I walk around my house at night comfortable with the darkness, knowing it's path so well I have no need to turn on any lights. I know each room like a still picture inside my head, know precisely where everything is in every room from the desk pressed against the wall here, a lamp on a table there, to the cats curled up asleep on the chair they wouldn't dare to be caught on during the daylight hours. This is the comfort of home. This knowing of a space that over time becomes an extension of yourself, as much a part of you as your heart and your hands. This is the thought I've been grappling with, trying to find the right words to explain this feeling I've had over being part of and witnessing the separation of house and soul.

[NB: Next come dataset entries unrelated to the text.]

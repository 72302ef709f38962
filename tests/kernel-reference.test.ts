/**
 * The fast reflection evaluation (issue 13: whole grading orders by repeated
 * squaring, 1/F once per node and frequency, the sample's constants once per
 * sample, several directions in one pass) against the straightforward one it
 * replaced, kept verbatim in tests/support/reflection-reference.ts (Math.pow,
 * F divided in the recurrence, asin/cos/sin of the split). Independent
 * computation: the same formulas (physics.md §3, §6; Roden & Gedney 2000)
 * evaluated the old way, over seeded random designs and waves: every sampling
 * convention, polynomial (whole and fractional m) and geometric grading,
 * κ_max > 1, CFS α (whole and fractional m_a), oblique and azimuthal
 * incidence, and evanescent near fields.
 *
 * The tolerance: |Δr| ≤ 1e-12·|r| + 1e-13. A reflection is the small
 * difference of two near-equal waves at the interface, so a last-place change
 * in any node's σ moves r by about 1e-14 absolute (the reference with only
 * Math.pow replaced by repeated squaring moves as much: measured over 20,000
 * such cases, up to 1e-8 relative at |r| ≈ 1e-6), below any planning target;
 * where |r| ≥ 1e-2 the two agree to ≤ 1e-12 relative (checked below).
 */
import { describe, expect, it } from 'vitest';
import { resolveDesign, SAMPLING_CONVENTIONS, type ResolvedDesign } from '../src/physics/grading';
import { createWorkspace, fillFactors, fillSample, reflectionKernel, sampledKernel, sampledKernels, SAMPLE_STRIDE } from '../src/physics/reflection';
import { fillCoefficients } from '../src/physics/cpml';
import { evanescentFactorUnchecked, transverseFactorUnchecked } from '../src/physics/dispersion';
import { referenceReflection } from './support/reflection-reference';

function rng(seed: number): () => number {
  return () => {
    seed = (seed * 1664525 + 1013904223) >>> 0;
    return seed / 2 ** 32;
  };
}

interface Case {
  d: ResolvedDesign;
  sm: number;
  omegaDt: number;
  factor: number;
  evanescent: boolean;
}

function randomCase(r: () => number, i: number): Case {
  const sampling = SAMPLING_CONVENTIONS[i % 4];
  const d = resolveDesign({
    layers: 1 + Math.floor(r() * (r() < 0.8 ? 40 : 200)),
    order: r() < 0.8 ? Math.floor(r() * 11) : r() * 10,
    strength: 0.05 + r() * 3,
    kappaMax: r() < 0.5 ? 1 : 1 + r() * 20,
    alphaMaxNorm: r() < 0.5 ? 0 : r() * 2,
    alphaOrder: r() < 0.7 ? Math.floor(r() * 4) : r() * 3,
    grading: r() < 0.15 ? 'geometric' : 'polynomial',
    geometricRatio: 1.05 + r() * 3,
    sampling,
  });
  const sm = (0.3 + 0.69 * r()) / Math.sqrt(3);
  const ppw = 5 + r() * 100;
  const omegaDt = (2 * Math.PI * sm) / ppw;
  const evanescent = i % 4 === 3 || r() < 0.2;
  const factor = evanescent
    ? Math.min(evanescentFactorUnchecked(omegaDt, sm, 0.6 + r() * 20), 2)
    : transverseFactorUnchecked(ppw, sm, r() * 85, r() < 0.5 ? 0 : r() * 90);
  return { d, sm, omegaDt, factor, evanescent };
}

const CASES = 4000;

describe('fast reflection kernel vs the reference evaluation', () => {
  it(`agrees over ${CASES} random cases to 1e-12·|r| + 1e-13, and to 1e-12 relative where |r| ≥ 1e-2`, () => {
    const r = rng(20261202);
    const ws = createWorkspace();
    const seen = { evanescent: 0, kappa: 0, alpha: 0, large: 0, sampling: new Set<string>() };
    let worstLarge = 0;
    for (let i = 0; i < CASES; i++) {
      const c = randomCase(r, i);
      const ref = referenceReflection(c.d, c.sm, c.omegaDt, c.factor);
      fillCoefficients(c.d, c.sm, ws.coef);
      fillFactors(ws.coef, c.omegaDt, ws.factors);
      reflectionKernel(ws.factors, c.d.layers, c.sm, c.omegaDt, c.factor, ws.out);
      const a = Math.hypot(ref[0], ref[1]);
      const diff = Math.hypot(ws.out[0] - ref[0], ws.out[1] - ref[1]);
      if (!(diff <= 1e-12 * a + 1e-13)) throw new Error(`case ${i}: ${JSON.stringify(c)}: r = ${ws.out[0]} + ${ws.out[1]}j, reference ${ref[0]} + ${ref[1]}j`);
      if (a >= 1e-2) {
        worstLarge = Math.max(worstLarge, diff / a);
        seen.large++;
      }
      if (c.evanescent) seen.evanescent++;
      if (c.d.kappaMax > 1) seen.kappa++;
      if (c.d.alphaMaxNorm > 0) seen.alpha++;
      seen.sampling.add(c.d.sampling);
    }
    expect(worstLarge).toBeLessThanOrEqual(1e-12);
    expect(seen.sampling.size).toBe(4);
    for (const n of [seen.evanescent, seen.kappa, seen.alpha, seen.large]) expect(n).toBeGreaterThan(CASES / 10);
  });

  it('gives bit-identical values one sample at a time and several samples in one pass', () => {
    const r = rng(7);
    const ws = createWorkspace();
    for (let t = 0; t < 200; t++) {
      const c = randomCase(r, t);
      fillCoefficients(c.d, c.sm, ws.coef);
      fillFactors(ws.coef, c.omegaDt, ws.factors);
      const count = 1 + (t % 13); // more than one pass of 8 for some
      const samples = new Float64Array(count * SAMPLE_STRIDE);
      const factors: number[] = [];
      for (let k = 0; k < count; k++) {
        const f = k === 0 ? c.factor : r() < 0.3 ? Math.min(evanescentFactorUnchecked(c.omegaDt, c.sm, 0.6 + 20 * r()), 2) : c.factor * r();
        factors.push(f);
        fillSample(c.sm, c.omegaDt, f, samples, k * SAMPLE_STRIDE);
      }
      const many = sampledKernels(ws.factors, c.d.layers, samples, 0, count, new Float64Array(2 * count));
      for (let k = 0; k < count; k++) {
        const one = sampledKernel(ws.factors, c.d.layers, samples, k * SAMPLE_STRIDE, new Float64Array(2), 0);
        const direct = reflectionKernel(ws.factors, c.d.layers, c.sm, c.omegaDt, factors[k], new Float64Array(2));
        expect(Object.is(many[2 * k], one[0]) && Object.is(many[2 * k + 1], one[1])).toBe(true);
        expect(Object.is(direct[0], one[0]) && Object.is(direct[1], one[1])).toBe(true);
      }
    }
  });
});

I wonder on that last night my Grandmother spent sleeping in my Uncle's old room in her tiny little house tucked back safely from the road, if she really understood that it was to be her last night sleeping there. I wonder if she (like me) would have stayed awake just to listen once more to all those familiar sounds, those nighttime sounds she's heard for well over the past 30 something years like her own personal lullaby... I think she knew but didn't want to know, probably crying herself to sleep in the darkness that night preparing herself for the morning ahead when she would wake and attempt to not show fear.
I admire her courage to let it go. To trust in her grown children to have her best interest at heart. To walk out that morning for the last time and face the day with strength and pride when what I'm sure she really wanted to do was stage a protest, sit in her favorite rocker and never leave. She may have even handled it far better than my Mother or myself who could barely contain our tears and even our tempers when the strain of everything began to be too much. She only cried once that I'm aware of as I was driving her to her new home at the assisted living community, my Uncle and my Mother following in a separate car. She took my hand and held it tight, looking at me with tears in her eyes as if she was a lost child and I was her only connection to the world. "I'll go," she said. "Because it's what they want me to do." And then she made me promise not to tell anyone that she'd been crying. A promise I only agreed to once she promised not to tell anyone that I had too.
I don't expect my Grams will stop missing her home anytime soon. I don't expect that her new "home" will ever quite compare. But what I hope is that she will come to like it enough that all her memories of home will bring comfort and joy.